## Exercise goal
Of all the lines below, output only those starting at the one with "providerFor: (req: Request)" and ending at the one with "async (req, res)", both ends included, exactly as written.

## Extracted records

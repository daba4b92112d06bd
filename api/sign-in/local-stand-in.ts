import { randomBytes } from 'node:crypto';
import express, { Router, type Request, type RequestHandler } from 'express';
import { AppError } from '../../shared/errors.ts';
import type { Dependencies } from '../dependencies.ts';
import { describeStandIn } from '../services/accounts/describe-session.ts';
import type { StandInAccount } from './demo-accounts.ts';
import type { SignInProvider } from './github-strategy.ts';
import { renderAuthorizePage, standInStyle } from './stand-in-page.ts';

const codeLifeMs = 60_000;
const basePath = '/local-github';

interface Grant {
  readonly account: StandInAccount;
  readonly redirectUri: string;
  readonly until: number;
}

/**
 * A local stand-in for GitHub's sign-in, speaking the same OAuth endpoints, for machines where no client id is set up.
 * It vouches for the demonstration accounts without a password, so it answers this machine only and never runs in
 * production.
 */
export function localStandIn(deps: Dependencies): { router: Router; providerFor: (req: Request) => SignInProvider } {
  if (deps.env.nodeEnv === 'production') throw new Error('The local stand-in for sign-in is refused in production.');
  const clientId = 'local-stand-in';
  const clientSecret = randomBytes(24).toString('hex');
  const codes = new Map<string, Grant>();
  const tokens = new Map<string, Grant>();
  const take = (from: Map<string, Grant>, key: string): Grant | undefined => {
    const grant = from.get(key);
    from.delete(key);
    return grant && grant.until > deps.clock().getTime() ? grant : undefined;
  };
  const grantTo = (into: Map<string, Grant>, account: StandInAccount, redirectUri: string): string => {
    const now = deps.clock().getTime();
    for (const [key, grant] of into) if (grant.until <= now) into.delete(key);
    const key = Buffer.from(deps.rng(24)).toString('base64url');
    into.set(key, { account, redirectUri, until: now + codeLifeMs });
    return key;
  };

  const router = Router();
  router.use(basePath, thisMachineOnly);

  router.get(`${basePath}/login/oauth/authorize`, async (req, res) => {
    const redirectUri = text(req.query['redirect_uri']);
    const own = `${deps.env.publicUrl ?? `${req.protocol}://${req.get('host') ?? ''}`}/auth/github/callback`;
    if (text(req.query['client_id']) !== clientId || redirectUri !== own) {
      throw new AppError('bad-request', 'The stand-in serves the sign-in page of this site only.');
    }
    const back = (params: Record<string, string>): string => {
      const url = new URL(redirectUri);
      for (const [name, value] of Object.entries({ ...params, state: text(req.query['state']) })) url.searchParams.set(name, value);
      return url.href;
    };
    const account = deps.standInAccounts.find(({ handle }) => handle === text(req.query['login']));
    if (account) {
      res.redirect(302, back({ code: grantTo(codes, account, redirectUri) }));
      return;
    }
    const accounts = await describeStandIn(deps.orm.em.fork(), deps.standInAccounts);
    const links = accounts.map(({ handle, line }) => {
      const url = new URL(req.originalUrl, redirectUri);
      url.searchParams.set('login', handle);
      return { handle, line, href: `${url.pathname}${url.search}` };
    });
    res.set('Cache-Control', 'no-store').type('html').send(
      renderAuthorizePage(links, back({ error: 'access_denied', error_description: 'No account was chosen.' }), `${basePath}/style.css`),
    );
  });

  router.post(`${basePath}/login/oauth/access_token`, express.urlencoded({ extended: false, limit: '10kb' }), (req, res) => {
    const body = (req.body ?? {}) as Record<string, unknown>;
    const grant = take(codes, text(body['code']));
    res.set('Cache-Control', 'no-store');
    if (!grant || text(body['client_id']) !== clientId || text(body['client_secret']) !== clientSecret || text(body['redirect_uri']) !== grant.redirectUri) {
      // GitHub answers 200 with an error in the body.
      res.json({ error: 'bad_verification_code', error_description: 'The code is wrong, used or expired.' });
      return;
    }
    res.json({ access_token: grantTo(tokens, grant.account, grant.redirectUri), token_type: 'bearer', scope: 'user:email' });
  });

  const bearer = (req: Request): StandInAccount => {
    const grant = tokens.get(/^(?:Bearer|token) (\S+)$/i.exec(req.get('authorization') ?? '')?.[1] ?? '');
    if (!grant || grant.until <= deps.clock().getTime()) throw new AppError('not-signed-in', 'The stand-in does not know this token.');
    return grant.account;
  };
  router.get(`${basePath}/user`, (req, res) => {
    const account = bearer(req);
    res.json({ id: Number(account.githubId), login: account.handle, name: null, email: null });
  });
  router.get(`${basePath}/user/emails`, (req, res) => {
    res.json([{ email: bearer(req).email, primary: true, verified: true, visibility: null }]);
  });
  router.get(`${basePath}/style.css`, (_req, res) => {
    res.type('css').send(standInStyle);
  });

  const providerFor = (req: Request): SignInProvider => {
    // The server asks itself, whatever name the browser used.
    const self = `http://127.0.0.1:${req.socket.localPort}${basePath}`;
    return {
      clientId,
      clientSecret,
      endpoints: {
        authorizationURL: `${basePath}/login/oauth/authorize`,
        tokenURL: `${self}/login/oauth/access_token`,
        userProfileURL: `${self}/user`,
        userEmailURL: `${self}/user/emails`,
      },
    };
  };
  return { router, providerFor };
}

const thisMachineOnly: RequestHandler = (req, _res, next) => {
  const address = (req.socket.remoteAddress ?? '').replace(/^::ffff:/, '');
  if (address !== '::1' && !address.startsWith('127.')) {
    throw new AppError('forbidden', 'The local stand-in answers this machine only. Set GITHUB_CLIENT_ID to let others sign in.');
  }
  next();
};

function text(value: unknown): string {
  return typeof value === 'string' ? value : '';
}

## Task output
export function localStandIn(deps: Dependencies): { router: Router; providerFor: (req: Request) => SignInProvider } {
  if (deps.env.nodeEnv === 'production') throw new Error('The local stand-in for sign-in is refused in production.');
  const clientId = 'local-stand-in';
  const clientSecret = randomBytes(24).toString('hex');
  const codes = new Map<string, Grant>();
  const tokens = new Map<string, Grant>();
  const take = (from: Map<string, Grant>, key: string): Grant | undefined => {
    const grant = from.get(key);
    from.delete(key);
    return grant && grant.until > deps.clock().getTime() ? grant : undefined;
  };
  const grantTo = (into: Map<string, Grant>, account: StandInAccount, redirectUri: string): string => {
    const now = deps.clock().getTime();
    for (const [key, grant] of into) if (grant.until <= now) into.delete(key);
    const key = Buffer.from(deps.rng(24)).toString('base64url');
    into.set(key, { account, redirectUri, until: now + codeLifeMs });
    return key;
  };

  const router = Router();
  router.use(basePath, thisMachineOnly);

  router.get(`${basePath}/login/oauth/authorize`, async (req, res) => {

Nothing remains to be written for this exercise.